Why do we blame our leaders when things go wrong?
Look at the end of the sidra. A dead man is found. No-one knows who has slain him. Officials measure the distance to the nearest town. Whatever town is nearest to the body, its elders have to wash their hands and say,
“Our hands did not shed this blood, nor did our eyes see it done. O God, absolve Your people Israel, and let not guilt for innocent blood remain among Your people Israel.”
The natural response of the reader is,
“But why do the elders need to be so apologetic? If a murder occurs, surely it is some criminal element amongst the people that is responsible. Why suspect the leaders?”
The commentators explain:
“Perhaps the man who was later found dead had asked for hospitality, and the elders refused to help. Perhaps he sought food, and they left him hungry. Perhaps he was in pain, and they did not want to hear his cry!”

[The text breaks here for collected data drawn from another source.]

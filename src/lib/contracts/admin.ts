import { z } from 'zod';
import { instant, line, rowId } from './common';
import { person, role } from './people';

/** One message of the queue, whatever became of it. */
export const mailItem = z.strictObject({
  id: rowId,
  recipient: z.string(),
  subject: z.string(),
  body: z.string(),
  state: z.enum(['queued', 'sending', 'sent', 'failed']),
  tries: z.int().describe('how often sending failed'),
  nextTryAt: instant.nullable().describe('while it is queued'),
  lastError: z.string(),
  createdAt: instant,
  sentAt: instant.nullable(),
});
export type MailItem = z.infer<typeof mailItem>;

/** One entry of the trail: who did what to what, and when. */
export const trailEntry = z.strictObject({
  id: rowId,
  at: instant,
  by: z.string().describe('empty where nobody was signed in'),
  action: z.string(),
  object: z.string().describe('kind and number, like reading/12; empty where there is none'),
  objectName: z.string().describe('name of the person it was done to; else empty'),
  detail: z.record(z.string(), z.unknown()),
});
export type TrailEntry = z.infer<typeof trailEntry>;

export const trailQuery = z.strictObject({ before: rowId.optional().describe('only entries older than this one') });
export const trailPage = z.strictObject({
  entries: z.array(trailEntry),
  before: rowId.nullable().describe('what to ask for next; null at the oldest entry'),
});
export type TrailPage = z.infer<typeof trailPage>;

export const member = person.extend({ disabled: z.boolean(), since: instant });
export type Member = z.infer<typeof member>;

const roles = z
  .array(role)
  .min(1, 'Choose at least one role.')
  .refine((list) => new Set(list).size === list.length, 'Name each role once.');

const LONGEST_EMAIL = 254;
const email = z
  .string()
  .trim()
  .toLowerCase()
  .min(1, 'Enter an e-mail address.')
  .max(LONGEST_EMAIL, `Keep the address within ${LONGEST_EMAIL} characters.`)
  .regex(z.regexes.email, 'Enter an e-mail address, like name@example.org.');

export const addPersonBody = z.strictObject({ email, name: line(120).min(1, 'Enter the name as others should see it.'), roles });
export type AddPersonBody = z.infer<typeof addPersonBody>;

export const addedPerson = z.strictObject({
  person: member,
  password: z.string().describe('shown this once and kept nowhere'),
});
export type AddedPerson = z.infer<typeof addedPerson>;

export const rolesBody = z.strictObject({ roles });
export const personParams = z.strictObject({ id: z.string().min(1).max(64) });
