import { z } from 'zod';
import type { ReadingModel } from '@/lib/reading';
import { parseNumber, type ParseOptions } from '@/lib/units';
import { instant, line, rowId } from './common';
import { moduleView, pictureView } from './parts';
import { decisionView } from './readings';

/** All modules are compared with their hot side at this temperature, °C, which is the reference of every model. */
export const COMPARED_AT_C = 27;
export const ROWS_A_PAGE = 50;

export const CATALOGUE_SORTS = [
  'module',
  'vendor',
  'stages',
  'couples',
  'side',
  'height',
  'imax',
  'vmax',
  'qmax',
  'dtmax',
  'approved',
] as const;
export type CatalogueSort = (typeof CATALOGUE_SORTS)[number];
export const GRADES = ['measured', 'curves', 'ratings'] as const;

/** A number in an address, as a person types it into a form; empty is no limit. */
const typed = (options: ParseOptions) =>
  z
    .string()
    .max(40, 'That is too long for a number.')
    .optional()
    .transform((text, context) => {
      if (text === undefined || text.trim() === '') return undefined;
      const parsed = parseNumber(text, options);
      if (parsed.ok) return parsed.value;
      context.addIssue({ code: 'custom', message: parsed.message });
      return z.NEVER;
    });

/** One of a list in an address; empty is all of them. */
const choice = <const T extends readonly [string, ...string[]]>(names: T) =>
  z
    .union([z.literal(''), z.enum(names)], `Choose one of: ${names.join(', ')}.`)
    .optional()
    .transform((name) => (name === '' || name === undefined ? undefined : (name as T[number])));

const HEAT = { unit: 'W', min: 0, max: 10_000 };
const SIDE = { unit: 'mm', min: 0, max: 500 };

/** Filters, order and page of the catalogue, all of them in the address. */
export const catalogueQuery = z.strictObject({
  q: line(120)
    .optional()
    .transform((words) => words ?? '')
    .describe('words, or fragments of a part number; all have to be found'),
  vendor: z
    .union([z.literal(''), rowId])
    .optional()
    .transform((id) => (id === '' ? undefined : id)),
  heatFrom: typed(HEAT).describe(`Qmax of the model at ${COMPARED_AT_C} °C, W`),
  heatTo: typed(HEAT),
  sideFrom: typed(SIDE).describe('longest plate side, mm'),
  sideTo: typed(SIDE),
  stages: choice(['1', '2', '3']).describe('3 stands for three and more'),
  grade: choice(GRADES),
  unstated: choice(['show']).describe('show also those whose sheets do not state what is filtered by'),
  sort: choice(CATALOGUE_SORTS),
  order: choice(['ascending', 'descending']),
  page: typed({ min: 1, max: 100_000 }),
});
export type CatalogueQuery = z.infer<typeof catalogueQuery>;

export const CATALOGUE_PARAMS = Object.keys(catalogueQuery.shape) as readonly (keyof CatalogueQuery)[];

const uncertain = z.strictObject({ value: z.number(), u: z.number(), unit: z.string() });

export const catalogueRow = z.strictObject({
  id: rowId,
  vendor: z.strictObject({ id: rowId, name: z.string() }),
  partNumber: z.string(),
  variant: z.string(),
  stages: z.int().nullable(),
  couples: z.int().nullable(),
  coldPlateMm: z.tuple([z.number(), z.number()]).nullable(),
  hotPlateMm: z.tuple([z.number(), z.number()]).nullable(),
  heightMm: z.number().nullable(),
  grade: z.enum(GRADES),
  imax: uncertain.describe(`current of the largest ΔT with the hot side at ${COMPARED_AT_C} °C`),
  vmax: uncertain,
  qmax: uncertain,
  dtmax: uncertain,
  approvedAt: instant.nullable(),
});
export type CatalogueRow = z.infer<typeof catalogueRow>;

export const catalogueAnswer = z.strictObject({
  total: z.int().describe('approved modules in all'),
  found: z.int(),
  unstated: z.int().describe('left out because their sheets do not state what is filtered by'),
  page: z.int(),
  pages: z.int(),
  rows: z.array(catalogueRow),
});
export type CatalogueAnswer = z.infer<typeof catalogueAnswer>;

const model = z
  .custom<ReadingModel>((value) => typeof value === 'object' && value !== null)
  .describe('the model of a couplet.result, version 1');

/** The approved model of a module, with what it stands on. */
export const moduleModel = z.strictObject({
  module: moduleView,
  readingId: rowId,
  model,
  currents: z.array(z.number()).describe('A; those the sheet draws, else even steps'),
  hotSides: z.array(z.number()).describe('°C; those the sheet draws'),
  engine: z.string(),
  hash: z.string(),
  readBy: z.string(),
  approvedBy: z.string(),
  approvedAt: instant.nullable(),
  sheets: z.array(
    z.strictObject({
      id: rowId,
      title: z.string(),
      number: z.string(),
      revision: z.string(),
      dated: z.string(),
      obtainedFrom: z.string(),
      obtainedOn: z.string(),
    }),
  ),
  pictures: z.array(pictureView.extend({ sheetId: rowId.nullable(), label: z.string() })),
  history: z.array(decisionView),
});
export type ModuleModel = z.infer<typeof moduleModel>;
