import type { Seen } from './track';
import type { Gap } from './types';

/** A run of steps without a whole section, between two that have one. */
export interface Hidden {
  readonly from: number;
  readonly to: number;
  /** Steps of it without any ink. */
  readonly empty: number;
}

const median = (values: readonly number[]): number => [...values].sort((a, b) => a - b)[Math.floor(values.length / 2)] ?? 0;

/** Steps that show only the slanted end of a stroke beside a gap belong to the gap. */
function withoutCaps(steps: readonly Seen[]): boolean[] {
  const clean = steps.map(({ seen }) => seen === 'clean');
  const full = median(steps.filter(({ seen, mass }) => seen === 'clean' && mass > 0).map(({ mass, slope }) => mass / Math.hypot(1, slope)));
  const isCap = ({ mass, slope, mended }: Seen) => !mended && mass < 0.8 * full * Math.hypot(1, slope);
  const shows = [...clean];
  for (let at = 1; at + 1 < steps.length; at++) {
    if (steps[at]!.seen !== 'none') continue;
    for (const side of [-1, 1]) {
      const isLong = [1, 2, 3, 4, 5].every((k) => clean[at + side * k] ?? false);
      if (isLong && isCap(steps[at + side]!)) shows[at + side] = false;
    }
  }
  return shows;
}

/** The runs of steps that get no section of their own. */
export function hiddenRuns(steps: readonly Seen[]): Hidden[] {
  const shows = withoutCaps(steps);
  const runs: Hidden[] = [];
  for (let from = 1; from < steps.length - 1; from++) {
    if (shows[from]) continue;
    let to = from;
    while (to + 2 < steps.length && !shows[to + 1]) to++;
    const empty = steps.slice(from, to + 1).filter(({ seen }) => seen !== 'part').length;
    runs.push({ from, to, empty });
    from = to;
  }
  return runs;
}

/** Whether the paper shows in a run, not another line over this one. */
export const isBare = ({ from, to, empty }: Hidden): boolean => empty > 0 && empty >= (to - from + 1) / 2;

const lengthOf = ({ from, to }: Hidden) => to - from + 1;

/** Runs of about the same length as this one. */
const alike = (run: Hidden, runs: readonly Hidden[]) =>
  runs.filter((other) => lengthOf(other) <= 1.6 * lengthOf(run) + 2 && lengthOf(other) >= lengthOf(run) / 1.6 - 2);

/** Whether what covers the line is a blob of its own ink, as a marker is: as high as it is long, and much heavier than two lines that cross. */
function isBlob(steps: readonly Seen[], { from, to }: Hidden): boolean {
  const over = steps.slice(from, to + 1).filter(({ seen, beside }) => seen === 'part' && beside !== undefined);
  if (over.length < 3) return false;
  const full = median(steps.filter(({ mass, seen }) => seen === 'clean' && mass > 0).map(({ mass }) => mass));
  const heavy = over.filter(({ mass }) => mass > 2.4 * full);
  const height = Math.max(...over.map(({ mass }) => mass));
  return heavy.length >= 0.4 * over.length && height < 1.8 * (to - from + 1) + 3;
}

/** Why a run has no points. Dashes come in numbers and alike; markers are blobs of which there are several; other bare runs are taken for labels, the rest for crossings. */
export function whyHidden(steps: readonly Seen[], run: Hidden, runs: readonly Hidden[]): Gap['why'] {
  const likes = alike(run, runs);
  if (isBare(run)) return likes.filter(isBare).length >= 4 && lengthOf(run) <= 60 ? 'dash' : 'label';
  return likes.length >= 2 && isBlob(steps, run) ? 'marker' : 'crossing';
}
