import type { Px } from '@/lib/geometry';
import type { Seen } from './track';
import type { Doubt, Gap } from './types';

const pixelOf = ({ mode, t }: Seen, v: number): Px => (mode === 'columns' ? [t, v] : [v, t]);
const distance = ([a, b]: Px, [c, d]: Px) => Math.hypot(a - c, b - d);

/** Longest stretch under something else, in steps, that still gets points: the ink is there and both sides hold it. */
const LONGEST_UNDER = 3;

/** A run of steps without a clean section, between two clean ones. */
interface Hidden {
  readonly from: number;
  readonly to: number;
  readonly empty: number;
}

function hiddenRuns(steps: readonly Seen[]): Hidden[] {
  const runs: Hidden[] = [];
  for (let at = 0; at < steps.length; at++) {
    if (steps[at]!.seen === 'clean') continue;
    let to = at;
    while (to + 1 < steps.length && steps[to + 1]!.seen !== 'clean') to++;
    const empty = steps.slice(at, to + 1).filter(({ seen }) => seen === 'none').length;
    runs.push({ from: at, to, empty });
    at = to;
  }
  return runs;
}

/** Points, gaps and doubts from steps and their final centres. */
export function piecesOf(steps: readonly Seen[], centres: readonly number[]): { points: Px[]; gaps: Gap[]; doubts: Doubt[] } {
  const hidden = hiddenRuns(steps);
  const lost = new Set<number>();
  const gaps: Gap[] = [];
  const px = (at: number) => pixelOf(steps[at]!, centres[at]!);
  const bare = hidden.filter(({ from, to, empty }) => empty > (to - from + 1) / 2);
  const isDashed = bare.length >= 4;
  for (const { from, to, empty } of hidden) {
    const isBare = empty > 0 && empty >= (to - from + 1) / 2;
    if (!isBare && to - from + 1 <= LONGEST_UNDER) continue;
    for (let at = from; at <= to; at++) lost.add(at);
    const [before, after] = [px(from - 1), px(to + 1)];
    if (!isBare || distance(before, after) > 2) gaps.push({ from: before, to: after, why: isBare ? (isDashed ? 'dash' : 'label') : 'crossing' });
  }
  const points = steps.flatMap((_, at) => (lost.has(at) ? [] : [px(at)]));
  return { points, gaps: summed(gaps), doubts: [] };
}

/** Dash gaps in one entry. */
function summed(gaps: readonly Gap[]): Gap[] {
  const dashes = gaps.filter(({ why }) => why === 'dash');
  if (dashes.length === 0) return [...gaps];
  const all: Gap = { from: dashes[0]!.from, to: dashes[dashes.length - 1]!.to, why: 'dash', count: dashes.length };
  return [...gaps.filter(({ why }) => why !== 'dash'), all];
}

The problem is so modern. Today one of the gravest challenges to society is the widespread disillusionment with leaders. We live in an instant information era; all that a leader does is seen, scrutinised and debated, almost before it happens. No-one can expect unquestioning applause or adulation just because they hold an office or bear a title. People power will not allow it. It makes life harder for leaders, but it makes for better leadership.
The Torah describes the way Moses consecrated Aaron and his sons to the priesthood. Taking drops of sacrificial blood, Moses “put it on the tip of Aaron’s right ear and on the thumb of his right hand and on the big toe of his right foot” (Lev. 8:23). Of all the parts of the body, why were ear, hand and foot singled out for this ritual? The first answer that springs to mind is that the priest’s ears must hear the commands of the Almighty, his hands carry out the Divine will, and his feet walk in God’s ways.
Another insight is offered by the Baal Had’rash V’ha’iyyun who suggests that in putting drops of blood, the symbol of life and vitality, upon the ear, hand and foot, Moses was indicating the qualities required by a good leader. With an attentive ear, he must be aware of the needs of his people and generation. With an energetic hand, he must act in the people’s interests and dedicate himself to their welfare. And his foot, the representation of movement, must never stand still but ensure he moves along the path of personal and professional growth and progress.
People power increasingly imposes standards on leaders and insists on knowing why some of those in the public eye fall short of the appropriate standards. It also takes for granted that whatever goes wrong in society, the leader cannot be absolved from blame. True, it is often unfair to expect the leader to see everything and know how to fix it, but if all the leader can do is to throw up his or her hands in despair and look for excuses elsewhere, that’s not leadership.
Leadership, to adapt a rabbinic phrase, is a basket of reptiles on your back. You may not have put them there yourself, but you cannot merely wait for the basket to slide off of its own accord. Leadership requires that you use your ear, hand and foot to recognise problems and be capable of initiatives to find a solution.
Rabbi Apple served for 32 years as the chief minister of the Great Synagogue, Sydney, and was Australia’s highest profile rabbi and the leading spokesperson for Jews and Judaism on the Australian continent. He is now retired and lives in Jerusalem.